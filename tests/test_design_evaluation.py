"""evaluate_design: the one call every view reads."""

import numpy as np
import pytest
from hypothesis import given, settings
from hypothesis import strategies as st
from scipy.optimize import linear_sum_assignment

from gainboard import core
from gainboard.sample_plants import load_bundled_plant


def test_closed_loop_pole_that_no_gain_moves_is_marked_and_stays_put():
    # The twin-pot heater has one uncontrollable mode (the pots' temperature difference; see its
    # description). By the PBH test, rank [λI − A + BK, B] = rank [λI − A, B] (from memory), so
    # that pole is a closed-loop pole for every K and is the only one marked as not movable.
    plant = load_bundled_plant("twin_pot_heater")
    fixed = core.analyze_structure(plant).uncontrollable_poles
    assert fixed.shape == (1,)
    rng = np.random.default_rng(7)
    for gain in ([[0.0, 0.0, 0.0]], rng.normal(size=(1, 3)), core.design_lqr(plant).gain):
        evaluation = core.evaluate_design(plant, gain, core.EvaluationOptions(selected_entry=None))
        poles = np.asarray(evaluation.closed_loop.poles)
        movable = np.asarray(evaluation.closed_loop_movable)
        assert movable.shape == poles.shape and (~movable).sum() == 1
        # Outside reference: numpy's eigenvalues of A − BK contain the fixed pole.
        eigenvalues = np.linalg.eigvals(plant.A - plant.B @ np.asarray(gain, dtype=float))
        assert np.min(np.abs(eigenvalues - fixed[0])) < 1e-9
        assert abs(poles[~movable][0] - fixed[0]) < 1e-9


def test_every_pole_of_a_controllable_plant_is_movable():
    # Reference-cases.md case 1 (Ogata, Example 10-1, from memory): a controllable companion plant.
    plant = core.Plant(A=[[0.0, 1.0, 0.0], [0.0, 0.0, 1.0], [-1.0, -5.0, -6.0]], B=[[0.0], [0.0], [1.0]])
    evaluation = core.evaluate_design(plant, [[199.0, 55.0, 8.0]])
    assert evaluation.closed_loop_movable == (True, True, True)


def _report_fields(report):
    return (report.poles.tobytes(), repr(report.descriptions), report.stable, report.stability_margin,
            report.slowest_time_constant, report.fastest_time_constant, report.eigenvector_condition,
            report.pole_condition_numbers.tobytes(), report.pole_error_estimates.tobytes(), report.sample_time)


def _sensitivity_fields(sensitivity):
    return (sensitivity.entry, sensitivity.poles.tobytes(), sensitivity.derivatives.tobytes(),
            sensitivity.defective.tobytes(), sensitivity.condition_numbers.tobytes(), sensitivity.note)


@pytest.mark.parametrize("sampled", [False, True])
def test_one_decomposition_gives_the_public_functions_numbers_and_the_outside_references(sampled, rng):
    n, m = 5, 2
    A = rng.normal(size=(n, n))
    if sampled:
        A = 0.9 * A / np.abs(np.linalg.eigvals(A)).max()
    B = rng.normal(size=(n, m))
    plant = core.Plant(A=A, B=B, sample_time=0.1 if sampled else None)
    gain = 0.3 * rng.normal(size=(m, n))
    for entry in [(0, 0), (1, 3)]:
        options = core.EvaluationOptions(selected_entry=entry, include_margins=False,
                                         include_all_entry_intervals=False)
        evaluation = core.evaluate_design(plant, gain, options)
        # the shared decomposition changes nothing: the same numbers, bit for bit, as the public functions
        assert _report_fields(evaluation.closed_loop) == _report_fields(core.analyze_closed_loop(plant, gain))
        assert _sensitivity_fields(evaluation.sensitivity) == _sensitivity_fields(
            core.pole_sensitivity(plant, gain, *entry))
        # outside references: numpy's eigenvalues of A − BK …
        reference = np.linalg.eigvals(A - B @ gain)
        _, _, errors = core.match_poles(evaluation.closed_loop.poles, reference)
        assert errors.max() <= 1e-12 * (1.0 + np.abs(reference).max())
        # … and a central finite difference of them in the selected entry (common practice, no source)
        step = 1e-6 * (1.0 + abs(gain[entry]))
        shifted = []
        for sign in (1.0, -1.0):
            moved = gain.copy()
            moved[entry] += sign * step
            values = np.linalg.eigvals(A - B @ moved)
            _, order = linear_sum_assignment(np.abs(evaluation.sensitivity.poles[:, None] - values[None, :]))
            shifted.append(values[order])
        difference = (shifted[0] - shifted[1]) / (2.0 * step)
        assert not evaluation.sensitivity.defective.any()
        np.testing.assert_allclose(evaluation.sensitivity.derivatives, difference, rtol=1e-5, atol=1e-6)
        # the sensitivity's condition numbers are the report's (Wilkinson's κ of each pole), reordered
        _, matched, _ = core.match_poles(evaluation.closed_loop.poles, evaluation.sensitivity.poles)
        by_pole = dict(zip(evaluation.sensitivity.poles.tolist(), evaluation.sensitivity.condition_numbers.tolist()))
        np.testing.assert_array_equal([by_pole[p] for p in matched.tolist()], evaluation.closed_loop.pole_condition_numbers)


def test_all_entry_intervals_in_an_evaluation_equal_the_public_function():
    # reference case 5 plant (reference-cases.md; Ogata Example 10-1, from memory)
    plant = core.Plant(A=[[0.0, 1.0, 0.0], [0.0, 0.0, 1.0], [-1.0, -5.0, -6.0]], B=[[0.0], [0.0], [1.0]])
    gain = [[199.0, 55.0, 8.0]]
    evaluation = core.evaluate_design(plant, gain, core.EvaluationOptions(selected_entry=None,
                                                                          include_margins=False))
    every = core.all_entry_stable_intervals(plant, gain)
    assert {key: repr(value) for key, value in evaluation.entry_intervals.items()} == \
        {key: repr(value) for key, value in every.items()}
    # Routh–Hurwitz intervals of case 5: k1 ∈ (−1, 839), k2 ∈ (65/7, ∞), k3 ∈ (−8/3, ∞)
    assert every[(0, 0)].intervals == (pytest.approx((-1.0, 839.0), rel=1e-9, abs=1e-9),)
    assert every[(0, 1)].intervals[0][0] == pytest.approx(65.0 / 7.0, rel=1e-9)
    assert every[(0, 2)].intervals[0][0] == pytest.approx(-8.0 / 3.0, rel=1e-9)


@settings(max_examples=25, deadline=None)
@given(seed=st.integers(0, 2**32 - 1), hidden=st.integers(1, 2), sampled=st.booleans())
def test_poles_no_gain_moves_are_the_uncontrollable_block_and_match_the_full_structure_analysis(seed, hidden, sampled):
    rng = np.random.default_rng(seed)
    n, m = 4, 1
    # block-triangular plant: the last `hidden` states get no input and no coupling from the others,
    # so their block's eigenvalues are fixed for every K (Kalman decomposition, from memory)
    A = rng.normal(size=(n, n))
    A[n - hidden:, : n - hidden] = 0.0
    B = np.zeros((n, m))
    B[: n - hidden] = rng.normal(size=(n - hidden, m))
    if sampled:
        A = 0.9 * A / np.abs(np.linalg.eigvals(A)).max()
    plant = core.Plant(A=A, B=B, sample_time=0.2 if sampled else None)
    gain = rng.normal(size=(m, n))
    evaluation = core.evaluate_design(plant, gain, core.EvaluationOptions(selected_entry=None, include_margins=False,
                                                                          include_all_entry_intervals=False))
    movable = np.asarray(evaluation.closed_loop_movable)
    poles = np.asarray(evaluation.closed_loop.poles)
    fixed_block = np.linalg.eigvals(A[n - hidden:, n - hidden:])
    if np.min(np.abs(poles[:, None] - fixed_block[None, :]).min(axis=1)[movable], initial=np.inf) < 1e-6:
        return  # a movable pole sits on a fixed one: which copy is "fixed" is arbitrary
    assert (~movable).sum() == hidden
    # reference: numpy's eigenvalues of the uncontrolled block are the poles marked fixed
    _, _, errors = core.match_poles(poles[~movable], fixed_block)
    assert errors.max() <= 1e-9 * (1.0 + np.abs(fixed_block).max())
    # and the flags equal those of the full structure analysis of (A − BK, B), pole for pole
    loop = core.analyze_structure(core.Plant(A=A - B @ gain, B=B))
    ordered, matched, _ = core.match_poles(poles, loop.open_loop_poles)
    flag_of = dict(zip(loop.open_loop_poles.tolist(), loop.pole_movable))
    flag_at = {p: flag_of[q] for p, q in zip(ordered.tolist(), matched.tolist())}
    assert tuple(flag_at[p] for p in poles.tolist()) == evaluation.closed_loop_movable


def test_a_quick_evaluation_completed_has_every_entry_interval_and_keeps_the_rest():
    # Reference case 1/5 (shared/reference-cases.md): the companion plant with K = [199, 55, 8];
    # Routh–Hurwitz on s³ + (6 + k3)s² + (5 + k2)s + (1 + k1) gives −1 < k1 < 839 with k2, k3 fixed.
    plant = core.Plant(A=[[0.0, 1.0, 0.0], [0.0, 0.0, 1.0], [-1.0, -5.0, -6.0]], B=[[0.0], [0.0], [1.0]])
    gain = [[199.0, 55.0, 8.0]]
    quick = core.evaluate_design(plant, gain, core.EvaluationOptions(selected_entry=(0, 1), include_all_entry_intervals=False))
    assert quick.entry_intervals == {}
    completed = core.with_all_entry_intervals(quick)
    assert set(completed.entry_intervals) == {(0, 0), (0, 1), (0, 2)}
    low, high = completed.entry_intervals[(0, 0)].intervals[0]
    assert low == pytest.approx(-1.0, abs=1e-9) and high == pytest.approx(839.0, rel=1e-12)
    # the selected entry's intervals are the very object the locus uses; the rest is the quick one's
    assert completed.entry_intervals[(0, 1)] is quick.selected_intervals
    assert completed.responses is quick.responses and completed.closed_loop is quick.closed_loop
    full = core.evaluate_design(plant, gain, core.EvaluationOptions(selected_entry=(0, 1)))
    for entry, intervals in full.entry_intervals.items():
        assert completed.entry_intervals[entry].intervals == intervals.intervals
    assert core.with_all_entry_intervals(completed) is completed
============
HOW TO COMPLETE THIS TASK:
Repeat, word for word, the lines above between the line holding "assert errors.max() <= 1e-12" and the line holding "for sign in", inclusive; omit everything else.

EXERCISE RESULT:
        assert errors.max() <= 1e-12 * (1.0 + np.abs(reference).max())
        # … and a central finite difference of them in the selected entry (common practice, no source)
        step = 1e-6 * (1.0 + abs(gain[entry]))
        shifted = []
        for sign in (1.0, -1.0):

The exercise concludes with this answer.